▶ _WORK ITEM_
Using the data below, work out how many lines contain "malformed", and report only that number.

=======

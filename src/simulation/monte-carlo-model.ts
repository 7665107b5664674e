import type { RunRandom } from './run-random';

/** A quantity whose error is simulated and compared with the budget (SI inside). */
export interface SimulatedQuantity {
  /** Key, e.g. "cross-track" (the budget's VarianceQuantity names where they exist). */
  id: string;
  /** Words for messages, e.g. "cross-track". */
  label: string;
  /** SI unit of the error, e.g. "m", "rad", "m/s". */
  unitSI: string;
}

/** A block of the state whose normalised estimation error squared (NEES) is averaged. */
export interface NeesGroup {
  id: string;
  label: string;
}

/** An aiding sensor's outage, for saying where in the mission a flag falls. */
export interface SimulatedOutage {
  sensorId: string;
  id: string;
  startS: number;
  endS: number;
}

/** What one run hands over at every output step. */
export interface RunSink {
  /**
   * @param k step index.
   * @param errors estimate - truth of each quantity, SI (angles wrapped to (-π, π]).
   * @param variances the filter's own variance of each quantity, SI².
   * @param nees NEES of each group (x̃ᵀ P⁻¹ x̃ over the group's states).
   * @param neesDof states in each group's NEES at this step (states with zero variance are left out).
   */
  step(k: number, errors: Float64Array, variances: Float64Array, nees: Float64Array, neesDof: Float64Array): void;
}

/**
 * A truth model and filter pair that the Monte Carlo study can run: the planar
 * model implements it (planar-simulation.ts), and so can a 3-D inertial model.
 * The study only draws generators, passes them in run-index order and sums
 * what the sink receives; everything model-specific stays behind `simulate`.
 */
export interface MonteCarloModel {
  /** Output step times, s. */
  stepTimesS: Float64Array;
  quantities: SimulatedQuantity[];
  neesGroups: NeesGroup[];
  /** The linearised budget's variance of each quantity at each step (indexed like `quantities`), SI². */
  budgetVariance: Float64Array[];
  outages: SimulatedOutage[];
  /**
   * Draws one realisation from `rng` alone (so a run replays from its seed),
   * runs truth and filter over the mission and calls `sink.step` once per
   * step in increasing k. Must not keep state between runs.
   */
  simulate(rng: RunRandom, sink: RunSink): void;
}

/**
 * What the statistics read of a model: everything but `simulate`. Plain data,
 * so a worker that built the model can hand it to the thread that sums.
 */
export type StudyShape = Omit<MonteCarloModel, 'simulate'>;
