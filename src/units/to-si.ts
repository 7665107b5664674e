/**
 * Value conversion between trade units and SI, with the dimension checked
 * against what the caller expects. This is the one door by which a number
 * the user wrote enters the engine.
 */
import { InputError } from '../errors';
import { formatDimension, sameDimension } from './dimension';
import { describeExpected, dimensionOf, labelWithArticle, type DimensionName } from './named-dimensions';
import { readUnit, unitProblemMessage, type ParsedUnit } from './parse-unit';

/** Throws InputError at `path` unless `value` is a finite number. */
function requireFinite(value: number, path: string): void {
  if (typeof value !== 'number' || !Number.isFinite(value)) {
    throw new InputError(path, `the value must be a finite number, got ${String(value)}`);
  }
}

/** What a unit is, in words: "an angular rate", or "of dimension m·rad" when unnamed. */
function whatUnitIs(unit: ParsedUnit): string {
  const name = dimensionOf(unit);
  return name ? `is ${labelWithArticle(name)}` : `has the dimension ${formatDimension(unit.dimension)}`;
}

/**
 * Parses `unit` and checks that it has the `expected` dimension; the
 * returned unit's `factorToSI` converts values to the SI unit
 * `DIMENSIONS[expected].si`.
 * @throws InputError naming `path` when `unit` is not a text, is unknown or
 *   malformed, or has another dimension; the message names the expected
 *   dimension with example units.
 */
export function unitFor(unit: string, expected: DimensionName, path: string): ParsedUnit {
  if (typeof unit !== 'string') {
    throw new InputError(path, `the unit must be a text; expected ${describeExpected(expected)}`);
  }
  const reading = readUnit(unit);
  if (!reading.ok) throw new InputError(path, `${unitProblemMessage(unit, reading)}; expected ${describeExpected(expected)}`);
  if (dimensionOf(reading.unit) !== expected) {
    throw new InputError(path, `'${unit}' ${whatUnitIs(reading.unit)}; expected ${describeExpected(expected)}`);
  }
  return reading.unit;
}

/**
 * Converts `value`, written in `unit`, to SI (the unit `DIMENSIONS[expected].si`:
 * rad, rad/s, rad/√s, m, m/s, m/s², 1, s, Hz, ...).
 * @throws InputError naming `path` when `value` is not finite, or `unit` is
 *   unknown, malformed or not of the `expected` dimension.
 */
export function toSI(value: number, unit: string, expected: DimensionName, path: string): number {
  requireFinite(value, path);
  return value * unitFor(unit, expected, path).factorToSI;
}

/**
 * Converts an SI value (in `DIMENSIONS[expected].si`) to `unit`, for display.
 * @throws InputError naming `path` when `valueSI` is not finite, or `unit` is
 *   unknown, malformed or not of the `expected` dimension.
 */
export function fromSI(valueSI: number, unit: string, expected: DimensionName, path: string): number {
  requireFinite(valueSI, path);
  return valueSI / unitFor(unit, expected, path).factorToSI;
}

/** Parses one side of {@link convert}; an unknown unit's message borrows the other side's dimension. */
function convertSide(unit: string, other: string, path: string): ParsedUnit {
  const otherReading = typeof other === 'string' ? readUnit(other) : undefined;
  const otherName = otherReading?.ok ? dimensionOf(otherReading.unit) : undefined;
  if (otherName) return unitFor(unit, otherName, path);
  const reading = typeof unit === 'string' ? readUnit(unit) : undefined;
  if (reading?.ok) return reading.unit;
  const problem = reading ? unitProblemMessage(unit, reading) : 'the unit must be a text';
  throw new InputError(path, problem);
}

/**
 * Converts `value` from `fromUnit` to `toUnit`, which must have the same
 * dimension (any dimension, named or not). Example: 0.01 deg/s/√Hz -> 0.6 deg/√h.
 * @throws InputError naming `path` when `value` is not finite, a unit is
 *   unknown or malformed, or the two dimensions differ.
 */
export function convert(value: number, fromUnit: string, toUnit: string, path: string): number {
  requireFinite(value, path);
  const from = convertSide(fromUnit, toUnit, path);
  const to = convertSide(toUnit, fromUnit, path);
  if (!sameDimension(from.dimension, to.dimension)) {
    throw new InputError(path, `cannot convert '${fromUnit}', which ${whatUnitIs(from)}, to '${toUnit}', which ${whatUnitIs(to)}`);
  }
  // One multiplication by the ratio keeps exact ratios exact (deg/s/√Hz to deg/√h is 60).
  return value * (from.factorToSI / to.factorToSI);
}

=======

▶ _TASK OUTPUT_
4